Three diffusion couples with different FeO concentrations in the oxide were produced. The influence of FeO on the solid-state reactions between Al₂O₃–CaO–FeO oxide and Fe–Al–Ca alloy during heat treatment at 1473 K was clarified. The following conclusions can be drawn based on the experimental results of this study.

• With the same heat treatment time at 1473 K, when the initial FeO content in the oxide was relatively low, fine Al₂O₃ particles and CaO·Al₂O₃ branch inclusions precipitated in the alloy near the alloy–oxide interface. With increasing initial FeO content in the oxide, in the PPZ where Al₂O₃ particles formed, CaO·Al₂O₃ branch inclusions gradually disappeared.
• Due to the two types of solid-state reactions and element diffusion between the alloy and oxide, Al and Ca concentrations in the alloy near the alloy–oxide interface tended to decrease and increase, respectively. An approximately linear positive correlation was confirmed between the PPZ and ADZ widths, both of which increased with the initial FeO content in the oxide.

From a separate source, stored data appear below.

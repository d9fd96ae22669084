//! What is found of a corridor, as the assessment record carries it. `None` stands where a value does not exist.

use std::sync::Arc;

use serde::{Deserialize, Serialize, Serializer, ser::SerializeMap};

use super::OutagePicture;

/// The corridor with nothing lost.
#[derive(Debug, Clone, PartialEq, Serialize)]
pub struct Intact {
    /// Transfer at the curve's peak, MW.
    pub peak_mw: f64,
    /// 90° less the internal angle past the curve's zero.
    pub angle_margin_deg: f64,
    /// Largest current against its continuous rating, %.
    pub loading_pct: Option<f64>,
    /// Where that is.
    pub loaded_circuit: Option<Arc<str>>,
    /// Limits by the intact requirements.
    pub limit_mw: IntactLimits,
}

/// Transfers up to which the intact corridor holds, MW; `None`: to its peak.
#[derive(Debug, Clone, Copy, PartialEq, Default, Serialize)]
pub struct IntactLimits {
    /// By the intact angle margin.
    pub angle: Option<f64>,
    /// By the continuous ratings.
    pub loading: Option<f64>,
    /// By the floors.
    pub voltage: Option<f64>,
}

/// One outage, judged.
#[derive(Debug, Clone, PartialEq, Serialize)]
pub struct OutageRecord {
    /// The circuit, the bank or the configured combination.
    pub name: Arc<str>,
    /// No path is left between the terminals; nothing else is computed then.
    pub separates: bool,
    /// Transfer at the peak of the remaining network, MW.
    pub peak_mw: Option<f64>,
    /// Internal angle of the new equilibrium, degrees.
    pub angle_deg: Option<f64>,
    /// Angle margin there, degrees.
    pub angle_margin_deg: Option<f64>,
    /// Largest angle of the first swing, between the sources of the swing, degrees.
    pub swing_peak_deg: Option<f64>,
    /// The equal-area criterion as one number, -1 to 1.
    pub area_margin: Option<f64>,
    /// Critical clearing time, ms; `None` without a fault or beyond 2 s.
    pub critical_ms: Option<f64>,
    /// Largest current against its short-time rating, %.
    pub loading_pct: Option<f64>,
    /// Where that is.
    pub loaded_circuit: Option<Arc<str>>,
    /// Voltages at the new equilibrium, kV by bus.
    #[serde(serialize_with = "kv_by_bus")]
    pub kv: Option<Vec<(Arc<str>, f64)>>,
    /// Limits by criterion.
    pub limit_mw: OutageLimits,
    /// What a screen draws of it: not part of the record.
    #[serde(skip)]
    pub picture: Option<OutagePicture>,
}

/// Transfers up to which a criterion holds after an outage, MW; `None`: to the peak.
#[derive(Debug, Clone, Copy, PartialEq, Default, Serialize)]
pub struct OutageLimits {
    /// An equilibrium with the required angle margin.
    pub angle: Option<f64>,
    /// The required area margin.
    pub area: Option<f64>,
    /// Short-time ratings.
    pub loading: Option<f64>,
    /// Floors.
    pub voltage: Option<f64>,
    /// 0 where the outage separates the corridor and that is not accepted.
    #[serde(skip_serializing_if = "Option::is_none")]
    pub separation: Option<f64>,
}

/// What sets the headroom.
#[derive(Debug, Clone, PartialEq, Eq, Serialize)]
pub struct Binding {
    /// The outage; `None`: the intact corridor.
    pub outage: Option<Arc<str>>,
    /// The criterion.
    pub criterion: Criterion,
}

/// What must hold after an outage.
#[derive(Debug, Clone, Copy, PartialEq, Eq, Serialize, Deserialize)]
#[serde(rename_all = "lowercase")]
pub enum Criterion {
    /// An equilibrium with enough angle margin.
    Angle,
    /// Enough area margin.
    Area,
    /// Ratings.
    Loading,
    /// Floors.
    Voltage,
    /// A path between the terminals.
    Separation,
}

impl Criterion {
    /// Its word.
    pub fn word(self) -> &'static str {
        match self {
            Self::Angle => "angle",
            Self::Area => "area",
            Self::Loading => "loading",
            Self::Voltage => "voltage",
            Self::Separation => "separation",
        }
    }
}

/// A single action at hand.
#[derive(Debug, Clone, PartialEq, Serialize)]
pub struct Action {
    /// `insert <bank>` or `close <circuit>`.
    pub action: String,
    /// The headroom after it, MW.
    pub headroom_mw: Option<f64>,
}

/// Whether an open circuit may be closed.
#[derive(Debug, Clone, PartialEq, Serialize)]
pub struct Reclose {
    /// The open circuit.
    pub circuit: Arc<str>,
    /// Standing angle across it, without sign, degrees.
    pub angle_deg: Option<f64>,
    /// Voltage difference across it, % of nominal.
    pub voltage_pct: Option<f64>,
    /// Within the synchronism-check setting; `None` where it cannot be told.
    pub allowed: Option<bool>,
    /// Transfer at which the angle would fit, where it does not, MW.
    pub transfer_to_fit_mw: Option<f64>,
}

// The signature is serde's.
#[allow(clippy::ref_option)]
fn kv_by_bus<S: Serializer>(kv: &Option<Vec<(Arc<str>, f64)>>, serializer: S) -> Result<S::Ok, S::Error> {
    match kv {
        None => serializer.serialize_none(),
        Some(kv) => {
            let mut map = serializer.serialize_map(Some(kv.len()))?;
            for (bus, kv) in kv {
                map.serialize_entry(bus, kv)?;
            }
            map.end()
        }
    }
}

• The I-type reaction between elemental Al in the alloy and oxygen generated by the decomposition of FeO in the oxide played a dominant role in the early stage of heat treatment in all cases. As the heat treatment time lengthened and initial FeO content in the oxide decreased, the II-type reaction between the 12CaO·7Al₂O₃ phase and elemental Al gradually became important.
• When the heat treatment time was relatively short, good agreement was obtained between the measured results of the PPZ width and the results calculated using a modified dynamic calculation model established based on the Wagner equation, which contributed to understanding the influence of FeO on the solid-state reactions between Fe–Al–Ca alloy and Al₂O₃–CaO–FeO oxide.